[Opening Task data section]

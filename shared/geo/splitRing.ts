import type { Position, Ring } from './geometryTypes.ts'
import { greatCircle } from './greatCircle.ts'

const STEP_M = 50
/** Short edges of a bed are cut too: uncut, a side of 40 m at 64° costs a part in a million. */
const MIN_PIECES = 4
/** An edge across half the globe is cut coarser rather than into a million pieces. */
const MAX_PIECES = 8_192
const MEAN_RADIUS_M = 6_371_000

/**
 * A ring with every edge cut into pieces of at most 50 m along the great circle, its longitudes counted on from the first point
 * (0 there) without a jump at ±180°.
 * @param ring closed, degrees.
 */
export function splitRing(ring: Ring): Ring {
  const first = ring[0]
  if (first === undefined) return []
  const dense: Ring = [[0, first[1]]]
  let lon = 0
  for (let index = 1; index < ring.length; index += 1) {
    const from = ring[index - 1]
    const to = ring[index]
    if (from === undefined || to === undefined) continue
    const deltaLon = wrap(to[0] - from[0])
    appendPieces(dense, [lon, from[1]], [lon + deltaLon, to[1]])
    lon += deltaLon
    dense.push([lon, to[1]])
  }
  return dense
}

/** The points strictly between two ends. */
function appendPieces(dense: Ring, from: Position, to: Position): void {
  const { angle, at } = greatCircle(from, to)
  const pieces = angle === 0 ? 1 : Math.min(MAX_PIECES, Math.max(MIN_PIECES, Math.ceil((angle * MEAN_RADIUS_M) / STEP_M)))
  for (let piece = 1; piece < pieces; piece += 1) dense.push(at(piece / pieces))
}

function wrap(degrees: number): number {
  return degrees > 180 || degrees < -180 ? degrees - 360 * Math.round(degrees / 360) : degrees
}
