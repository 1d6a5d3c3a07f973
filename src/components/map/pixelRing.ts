import type { Pixel } from '../../composables/map/mapTypes.ts'

/** Ground in pixels, its sides along the axes. */
export interface PixelBox { minX: number; minY: number; maxX: number; maxY: number }

/** Calls for every edge of the rings, the last edge of each going back to its first corner. */
export function eachEdge(rings: readonly (readonly Pixel[])[], visit: (from: Pixel, to: Pixel) => void): void {
  for (const ring of rings) {
    ring.forEach((from, index) => {
      const to = ring[(index + 1) % ring.length]
      if (to !== undefined) visit(from, to)
    })
  }
}

/** The least box around a ring, in pixels; inside out for a ring without corners. */
export function boxOf(ring: readonly Pixel[]): PixelBox {
  let [minX, minY, maxX, maxY] = [Infinity, Infinity, -Infinity, -Infinity]
  for (const [x, y] of ring) {
    minX = Math.min(minX, x)
    minY = Math.min(minY, y)
    maxX = Math.max(maxX, x)
    maxY = Math.max(maxY, y)
  }
  return { minX, minY, maxX, maxY }
}
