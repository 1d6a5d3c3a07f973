import type { SiteKind } from '../contract/ground.ts'

/** The mark of each kind of site: one path to be stroked, in a square of 16. */
export const SITE_MARKS: Record<SiteKind, string> = {
  well: 'M8 2.5a5.5 5.5 0 1 0 0 11a5.5 5.5 0 1 0 0-11ZM8 7.2a.8.8 0 1 0 0 1.6a.8.8 0 1 0 0-1.6Z',
  spring: 'M8 2C9.5 5 12 6.9 12 9.6a4 4 0 0 1-8 0C4 6.9 6.5 5 8 2Z',
  watercourse: 'M1.5 6c2.2-2.6 4.3-2.6 6.5 0s4.3 2.6 6.5 0M1.5 10.5c2.2-2.6 4.3-2.6 6.5 0s4.3 2.6 6.5 0',
  pond: 'M1.8 8a6.2 4 0 1 0 12.4 0a6.2 4 0 1 0-12.4 0Z',
  hives: 'M3.5 3.5h9M2.5 7.5h11M3.5 11.5h9',
  dwelling: 'M2 8.2 8 3l6 5.2M4 7v6.5h8V7',
  school: 'M4 14.5V2l8.5 2.8L4 7.6',
  neighbourCrop: 'M8 14.5V6.5M8 9.5C4.8 9.5 3.5 7.4 3.5 4.4C6.6 4.4 8 6 8 9.5ZM8 12c3.2 0 4.5-2 4.5-4.8C9.4 7.2 8 8.6 8 12Z',
  other: 'M3 3h10v10H3Z',
}
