/** [longitude, latitude] in degrees, WGS84. */
export type Position = [number, number]
export type Ring = Position[]
export interface Polygon { type: 'Polygon'; coordinates: Ring[] }
export interface MultiPolygon { type: 'MultiPolygon'; coordinates: Ring[][] }
export type Boundary = Polygon | MultiPolygon

/** One thing found in a boundary; words are rendered from the messages by `code`. */
export interface GeometryFinding {
  code: string
  params: Record<string, string | number>
  /** Where in the coordinates, "coordinates.0.3". */
  path?: string
}

/** Something on the ground that need not have an area. */
export type PlaceGeometry =
  | { type: 'Point'; coordinates: Position }
  | { type: 'LineString'; coordinates: Position[] }
  | Polygon
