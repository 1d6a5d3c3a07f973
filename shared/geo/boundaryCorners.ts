import { boundaryParts } from './boundaryParts.ts'
import type { Boundary, Position, Ring } from './geometryTypes.ts'
import { closeRing } from './gridPoints.ts'
import { movePosition } from './movePosition.ts'

/** One corner of a boundary: its part, the ring there (0 the outer one), and its number in the ring, all from 0. */
export interface CornerAt { part: number; ring: number; corner: number }

/** The corners of a ring, the last position, which repeats the first, left out. */
export const cornersOfRing = (ring: Ring): Position[] => ring.slice(0, -1).map(([lon, lat]): Position => [lon, lat])

/** The position of a corner; undefined where there is none. */
export function cornerOf(boundary: Boundary, { part, ring, corner }: CornerAt): Position | undefined {
  const found = boundaryParts(boundary)[part]?.[ring]
  return found === undefined || corner >= found.length - 1 ? undefined : found[corner]
}

/** The boundary with one corner elsewhere. It is not judged: `checkBoundary` does that. */
export function moveCorner(boundary: Boundary, at: CornerAt, to: Position): Boundary {
  return changeRing(boundary, at, (corners) => corners.with(at.corner, to))
}

/** The boundary with a new corner after one of its corners. */
export function insertCorner(boundary: Boundary, after: CornerAt, position: Position): Boundary {
  return changeRing(boundary, after, (corners) => corners.toSpliced(after.corner + 1, 0, position))
}

/**
 * The boundary without a corner. A hole or a part of three corners goes with it, and the holes of such a part;
 * null where nothing would be left.
 */
export function removeCorner(boundary: Boundary, at: CornerAt): Boundary | null {
  const parts = boundaryParts(boundary)
  const rings = parts[at.part] ?? []
  if ((rings[at.ring]?.length ?? 0) > 4) return changeRing(boundary, at, (corners) => corners.toSpliced(at.corner, 1))
  if (at.ring > 0) return fromParts(parts.with(at.part, rings.toSpliced(at.ring, 1)))
  return parts.length > 1 ? fromParts(parts.toSpliced(at.part, 1)) : null
}

/** The boundary moved as it is by metres east and north; each corner by its own radii, so shape and area stay within a few ppm. */
export function moveWhole(boundary: Boundary, eastM: number, northM: number): Boundary {
  return fromParts(boundaryParts(boundary).map((rings) => rings.map((ring) => ring.map((corner) => movePosition(corner, eastM, northM)))))
}

/** Parts as a boundary: a Polygon where there is one. */
export function fromParts(parts: readonly Ring[][]): Boundary {
  const [only] = parts
  return parts.length === 1 && only !== undefined ? { type: 'Polygon', coordinates: only } : { type: 'MultiPolygon', coordinates: [...parts] }
}

function changeRing(boundary: Boundary, { part, ring }: CornerAt, change: (corners: Position[]) => Position[]): Boundary {
  const parts = boundaryParts(boundary)
  return fromParts(parts.map((rings, index) =>
    index === part ? rings.map((each, number) => (number === ring ? closeRing(change(cornersOfRing(each))) : each)) : rings,
  ))
}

[Closing Task data section]

- **Work request**
The entries above must be written out again exactly as they are.

- **Solution to this task**
filename shared/geo/splitRing.ts
import type { Position, Ring } from './geometryTypes.ts'
import { greatCircle } from './greatCircle.ts'

const STEP_M = 50
/** Short edges of a bed are cut too: uncut, a side of 40 m at 64° costs a part in a million. */
const MIN_PIECES = 4
/** An edge across half the globe is cut coarser rather than into a million pieces. */
const MAX_PIECES = 8_192
const MEAN_RADIUS_M = 6_371_000

/**
 * A ring with every edge cut into pieces of at most 50 m along the great circle, its longitudes counted on from the first point
 * (0 there) without a jump at ±180°.
 * @param ring closed, degrees.
 */
export function splitRing(ring: Ring): Ring {
  const first = ring[0]
  if (first === undefined) return []
  const dense: Ring = [[0, first[1]]]
  let lon = 0
  for (let index = 1; index < ring.length; index += 1) {
    const from = ring[index - 1]
    const to = ring[index]
    if (from === undefined || to === undefined) continue
    const deltaLon = wrap(to[0] - from[0])
    appendPieces(dense, [lon, from[1]], [lon + deltaLon, to[1]])
    lon += deltaLon
    dense.push([lon, to[1]])
  }
  return dense
}

/** The points strictly between two ends. */
function appendPieces(dense: Ring, from: Position, to: Position): void {
  const { angle, at } = greatCircle(from, to)
  const pieces = angle === 0 ? 1 : Math.min(MAX_PIECES, Math.max(MIN_PIECES, Math.ceil((angle * MEAN_RADIUS_M) / STEP_M)))
  for (let piece = 1; piece < pieces; piece += 1) dense.push(at(piece / pieces))
}

function wrap(degrees: number): number {
  return degrees > 180 || degrees < -180 ? degrees - 360 * Math.round(degrees / 360) : degrees
}
repository 1d6a5d3c3a07f973
filename src/components/map/pixelRing.ts
import type { Pixel } from '../../composables/map/mapTypes.ts'

/** Ground in pixels, its sides along the axes. */
export interface PixelBox { minX: number; minY: number; maxX: number; maxY: number }

/** Calls for every edge of the rings, the last edge of each going back to its first corner. */
export function eachEdge(rings: readonly (readonly Pixel[])[], visit: (from: Pixel, to: Pixel) => void): void {
  for (const ring of rings) {
    ring.forEach((from, index) => {
      const to = ring[(index + 1) % ring.length]
      if (to !== undefined) visit(from, to)
    })
  }
}

/** The least box around a ring, in pixels; inside out for a ring without corners. */
export function boxOf(ring: readonly Pixel[]): PixelBox {
  let [minX, minY, maxX, maxY] = [Infinity, Infinity, -Infinity, -Infinity]
  for (const [x, y] of ring) {
    minX = Math.min(minX, x)
    minY = Math.min(minY, y)
    maxX = Math.max(maxX, x)
    maxY = Math.max(maxY, y)
  }
  return { minX, minY, maxX, maxY }
}
repository 1d6a5d3c3a07f973
import type { SiteKind } from '../contract/ground.ts'

/** The mark of each kind of site: one path to be stroked, in a square of 16. */
export const SITE_MARKS: Record<SiteKind, string> = {
  well: 'M8 2.5a5.5 5.5 0 1 0 0 11a5.5 5.5 0 1 0 0-11ZM8 7.2a.8.8 0 1 0 0 1.6a.8.8 0 1 0 0-1.6Z',
  spring: 'M8 2C9.5 5 12 6.9 12 9.6a4 4 0 0 1-8 0C4 6.9 6.5 5 8 2Z',
  watercourse: 'M1.5 6c2.2-2.6 4.3-2.6 6.5 0s4.3 2.6 6.5 0M1.5 10.5c2.2-2.6 4.3-2.6 6.5 0s4.3 2.6 6.5 0',
  pond: 'M1.8 8a6.2 4 0 1 0 12.4 0a6.2 4 0 1 0-12.4 0Z',
  hives: 'M3.5 3.5h9M2.5 7.5h11M3.5 11.5h9',
  dwelling: 'M2 8.2 8 3l6 5.2M4 7v6.5h8V7',
  school: 'M4 14.5V2l8.5 2.8L4 7.6',
  neighbourCrop: 'M8 14.5V6.5M8 9.5C4.8 9.5 3.5 7.4 3.5 4.4C6.6 4.4 8 6 8 9.5ZM8 12c3.2 0 4.5-2 4.5-4.8C9.4 7.2 8 8.6 8 12Z',
  other: 'M3 3h10v10H3Z',
}
/** [longitude, latitude] in degrees, WGS84. */
export type Position = [number, number]
export type Ring = Position[]
export interface Polygon { type: 'Polygon'; coordinates: Ring[] }
export interface MultiPolygon { type: 'MultiPolygon'; coordinates: Ring[][] }
export type Boundary = Polygon | MultiPolygon

/** One thing found in a boundary; words are rendered from the messages by `code`. */
export interface GeometryFinding {
  code: string
  params: Record<string, string | number>
  /** Where in the coordinates, "coordinates.0.3". */
  path?: string
}

/** Something on the ground that need not have an area. */
export type PlaceGeometry =
  | { type: 'Point'; coordinates: Position }
  | { type: 'LineString'; coordinates: Position[] }
  | Polygon
repository 1d6a5d3c3a07f973
filename shared/geo/boundaryCorners.ts
import { boundaryParts } from './boundaryParts.ts'
import type { Boundary, Position, Ring } from './geometryTypes.ts'
import { closeRing } from './gridPoints.ts'
import { movePosition } from './movePosition.ts'

/** One corner of a boundary: its part, the ring there (0 the outer one), and its number in the ring, all from 0. */
export interface CornerAt { part: number; ring: number; corner: number }

/** The corners of a ring, the last position, which repeats the first, left out. */
export const cornersOfRing = (ring: Ring): Position[] => ring.slice(0, -1).map(([lon, lat]): Position => [lon, lat])

/** The position of a corner; undefined where there is none. */
export function cornerOf(boundary: Boundary, { part, ring, corner }: CornerAt): Position | undefined {
  const found = boundaryParts(boundary)[part]?.[ring]
  return found === undefined || corner >= found.length - 1 ? undefined : found[corner]
}

/** The boundary with one corner elsewhere. It is not judged: `checkBoundary` does that. */
export function moveCorner(boundary: Boundary, at: CornerAt, to: Position): Boundary {
  return changeRing(boundary, at, (corners) => corners.with(at.corner, to))
}

/** The boundary with a new corner after one of its corners. */
export function insertCorner(boundary: Boundary, after: CornerAt, position: Position): Boundary {
  return changeRing(boundary, after, (corners) => corners.toSpliced(after.corner + 1, 0, position))
}

/**
 * The boundary without a corner. A hole or a part of three corners goes with it, and the holes of such a part;
 * null where nothing would be left.
 */
export function removeCorner(boundary: Boundary, at: CornerAt): Boundary | null {
  const parts = boundaryParts(boundary)
  const rings = parts[at.part] ?? []
  if ((rings[at.ring]?.length ?? 0) > 4) return changeRing(boundary, at, (corners) => corners.toSpliced(at.corner, 1))
  if (at.ring > 0) return fromParts(parts.with(at.part, rings.toSpliced(at.ring, 1)))
  return parts.length > 1 ? fromParts(parts.toSpliced(at.part, 1)) : null
}

/** The boundary moved as it is by metres east and north; each corner by its own radii, so shape and area stay within a few ppm. */
export function moveWhole(boundary: Boundary, eastM: number, northM: number): Boundary {
  return fromParts(boundaryParts(boundary).map((rings) => rings.map((ring) => ring.map((corner) => movePosition(corner, eastM, northM)))))
}

/** Parts as a boundary: a Polygon where there is one. */
export function fromParts(parts: readonly Ring[][]): Boundary {
  const [only] = parts
  return parts.length === 1 && only !== undefined ? { type: 'Polygon', coordinates: only } : { type: 'MultiPolygon', coordinates: [...parts] }
}

function changeRing(boundary: Boundary, { part, ring }: CornerAt, change: (corners: Position[]) => Position[]): Boundary {
  const parts = boundaryParts(boundary)
  return fromParts(parts.map((rings, index) =>
    index === part ? rings.map((each, number) => (number === ring ? closeRing(change(cornersOfRing(each))) : each)) : rings,
  ))
}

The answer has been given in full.